◆ **WHAT TO WORK ON**: Could you give the number of lines in the entries below that contain the word "states"? Only the number is wanted.

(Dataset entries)
★ ★ ★

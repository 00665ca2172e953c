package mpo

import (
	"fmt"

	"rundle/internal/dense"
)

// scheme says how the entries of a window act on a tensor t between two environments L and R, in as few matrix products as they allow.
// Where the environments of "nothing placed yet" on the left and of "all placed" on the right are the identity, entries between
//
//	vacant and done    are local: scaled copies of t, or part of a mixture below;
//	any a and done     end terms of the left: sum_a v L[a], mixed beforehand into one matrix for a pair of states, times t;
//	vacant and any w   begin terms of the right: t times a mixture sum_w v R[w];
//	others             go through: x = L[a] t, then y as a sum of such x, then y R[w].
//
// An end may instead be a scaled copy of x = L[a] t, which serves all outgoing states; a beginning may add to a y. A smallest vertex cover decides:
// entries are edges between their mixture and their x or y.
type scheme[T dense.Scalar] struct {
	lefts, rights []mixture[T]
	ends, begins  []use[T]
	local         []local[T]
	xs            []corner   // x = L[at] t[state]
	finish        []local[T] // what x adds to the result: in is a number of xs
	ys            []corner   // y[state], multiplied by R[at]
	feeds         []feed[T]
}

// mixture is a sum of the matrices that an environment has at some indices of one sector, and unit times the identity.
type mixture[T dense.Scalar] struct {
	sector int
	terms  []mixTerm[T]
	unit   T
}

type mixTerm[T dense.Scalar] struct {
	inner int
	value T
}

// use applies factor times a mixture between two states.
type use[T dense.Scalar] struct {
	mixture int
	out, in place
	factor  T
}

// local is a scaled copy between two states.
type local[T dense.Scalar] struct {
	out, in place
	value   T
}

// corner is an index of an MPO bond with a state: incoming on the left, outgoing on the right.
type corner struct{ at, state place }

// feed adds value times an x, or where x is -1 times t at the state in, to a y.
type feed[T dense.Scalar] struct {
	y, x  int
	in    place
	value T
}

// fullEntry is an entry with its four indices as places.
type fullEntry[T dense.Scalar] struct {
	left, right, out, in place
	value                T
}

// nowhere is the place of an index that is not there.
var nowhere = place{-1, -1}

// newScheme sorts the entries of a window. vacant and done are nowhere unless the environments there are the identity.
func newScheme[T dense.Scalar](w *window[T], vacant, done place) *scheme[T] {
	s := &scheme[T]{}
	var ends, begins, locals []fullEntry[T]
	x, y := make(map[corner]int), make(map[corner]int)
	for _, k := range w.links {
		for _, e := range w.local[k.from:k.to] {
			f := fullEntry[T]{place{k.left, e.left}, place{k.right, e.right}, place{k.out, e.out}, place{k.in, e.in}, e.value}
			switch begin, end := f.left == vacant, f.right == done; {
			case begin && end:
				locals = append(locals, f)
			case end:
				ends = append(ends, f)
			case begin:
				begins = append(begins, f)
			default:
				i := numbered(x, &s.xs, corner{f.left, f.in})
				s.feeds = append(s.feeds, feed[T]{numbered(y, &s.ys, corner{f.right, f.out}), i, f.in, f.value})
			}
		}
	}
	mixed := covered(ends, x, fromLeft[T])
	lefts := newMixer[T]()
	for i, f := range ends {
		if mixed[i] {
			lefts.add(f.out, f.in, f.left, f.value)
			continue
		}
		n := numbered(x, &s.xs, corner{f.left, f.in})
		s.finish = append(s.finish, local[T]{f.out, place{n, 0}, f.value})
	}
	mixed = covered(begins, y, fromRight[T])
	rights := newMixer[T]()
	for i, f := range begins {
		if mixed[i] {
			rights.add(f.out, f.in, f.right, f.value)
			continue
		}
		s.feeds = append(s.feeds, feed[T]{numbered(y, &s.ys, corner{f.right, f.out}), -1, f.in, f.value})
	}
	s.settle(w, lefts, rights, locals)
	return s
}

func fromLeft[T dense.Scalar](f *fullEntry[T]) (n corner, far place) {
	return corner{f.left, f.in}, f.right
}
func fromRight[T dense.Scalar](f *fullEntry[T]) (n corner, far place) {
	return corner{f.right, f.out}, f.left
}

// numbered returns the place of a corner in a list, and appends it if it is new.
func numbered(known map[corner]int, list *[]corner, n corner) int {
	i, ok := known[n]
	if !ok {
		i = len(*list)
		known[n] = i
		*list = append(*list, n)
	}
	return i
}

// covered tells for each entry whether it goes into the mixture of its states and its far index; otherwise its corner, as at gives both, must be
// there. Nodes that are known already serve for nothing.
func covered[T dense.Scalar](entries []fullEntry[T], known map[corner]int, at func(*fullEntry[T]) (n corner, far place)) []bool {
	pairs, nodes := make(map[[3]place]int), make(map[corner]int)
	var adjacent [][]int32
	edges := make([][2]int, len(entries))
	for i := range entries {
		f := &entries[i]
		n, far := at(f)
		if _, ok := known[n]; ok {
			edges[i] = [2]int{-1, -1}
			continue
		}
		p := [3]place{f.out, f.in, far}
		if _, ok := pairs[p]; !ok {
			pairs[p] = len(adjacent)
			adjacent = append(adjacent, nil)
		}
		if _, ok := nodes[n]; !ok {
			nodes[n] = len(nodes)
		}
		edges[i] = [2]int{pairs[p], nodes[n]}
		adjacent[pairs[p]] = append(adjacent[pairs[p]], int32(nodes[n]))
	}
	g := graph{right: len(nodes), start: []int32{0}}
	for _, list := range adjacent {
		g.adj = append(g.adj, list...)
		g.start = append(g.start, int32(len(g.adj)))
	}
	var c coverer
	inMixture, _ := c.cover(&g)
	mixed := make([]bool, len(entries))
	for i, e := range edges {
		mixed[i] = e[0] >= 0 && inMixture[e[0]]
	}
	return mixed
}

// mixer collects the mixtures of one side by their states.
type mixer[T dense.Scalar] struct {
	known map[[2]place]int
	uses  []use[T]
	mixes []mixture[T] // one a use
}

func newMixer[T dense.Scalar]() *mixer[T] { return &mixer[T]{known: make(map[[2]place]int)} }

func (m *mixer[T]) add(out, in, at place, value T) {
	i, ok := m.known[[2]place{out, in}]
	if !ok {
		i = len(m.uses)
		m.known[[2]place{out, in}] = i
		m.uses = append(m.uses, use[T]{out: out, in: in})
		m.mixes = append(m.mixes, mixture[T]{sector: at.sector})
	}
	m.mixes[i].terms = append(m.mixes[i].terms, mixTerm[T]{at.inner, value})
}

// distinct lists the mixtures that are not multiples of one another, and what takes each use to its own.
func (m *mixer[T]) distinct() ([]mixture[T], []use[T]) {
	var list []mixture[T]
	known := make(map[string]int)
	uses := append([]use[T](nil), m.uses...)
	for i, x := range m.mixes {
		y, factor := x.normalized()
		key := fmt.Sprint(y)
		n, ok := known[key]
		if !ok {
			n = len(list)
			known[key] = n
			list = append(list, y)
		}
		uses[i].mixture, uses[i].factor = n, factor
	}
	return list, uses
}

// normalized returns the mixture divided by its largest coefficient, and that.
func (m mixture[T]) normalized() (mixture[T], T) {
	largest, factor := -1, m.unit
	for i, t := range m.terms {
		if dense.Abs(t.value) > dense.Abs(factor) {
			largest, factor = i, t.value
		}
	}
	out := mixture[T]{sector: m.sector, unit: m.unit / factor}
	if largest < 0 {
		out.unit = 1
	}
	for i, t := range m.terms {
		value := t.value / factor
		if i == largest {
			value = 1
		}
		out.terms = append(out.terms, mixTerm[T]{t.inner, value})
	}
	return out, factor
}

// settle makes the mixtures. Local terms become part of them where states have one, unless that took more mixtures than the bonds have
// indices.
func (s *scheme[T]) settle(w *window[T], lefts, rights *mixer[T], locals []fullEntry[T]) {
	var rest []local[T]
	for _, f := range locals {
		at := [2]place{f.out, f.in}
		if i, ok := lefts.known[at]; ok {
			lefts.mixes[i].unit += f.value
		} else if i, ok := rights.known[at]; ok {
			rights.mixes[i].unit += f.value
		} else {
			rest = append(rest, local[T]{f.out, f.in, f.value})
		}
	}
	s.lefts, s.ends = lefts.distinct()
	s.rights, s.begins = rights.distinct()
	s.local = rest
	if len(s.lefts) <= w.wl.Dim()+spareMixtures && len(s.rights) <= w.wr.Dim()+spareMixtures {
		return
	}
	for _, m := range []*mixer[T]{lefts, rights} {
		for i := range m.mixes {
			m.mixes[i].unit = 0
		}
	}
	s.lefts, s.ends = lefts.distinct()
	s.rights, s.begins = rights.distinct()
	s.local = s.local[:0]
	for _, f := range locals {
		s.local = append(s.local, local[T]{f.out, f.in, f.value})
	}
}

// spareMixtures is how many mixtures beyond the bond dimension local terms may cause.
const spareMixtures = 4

★ ★ ★

◆ **THE ANSWER**: 7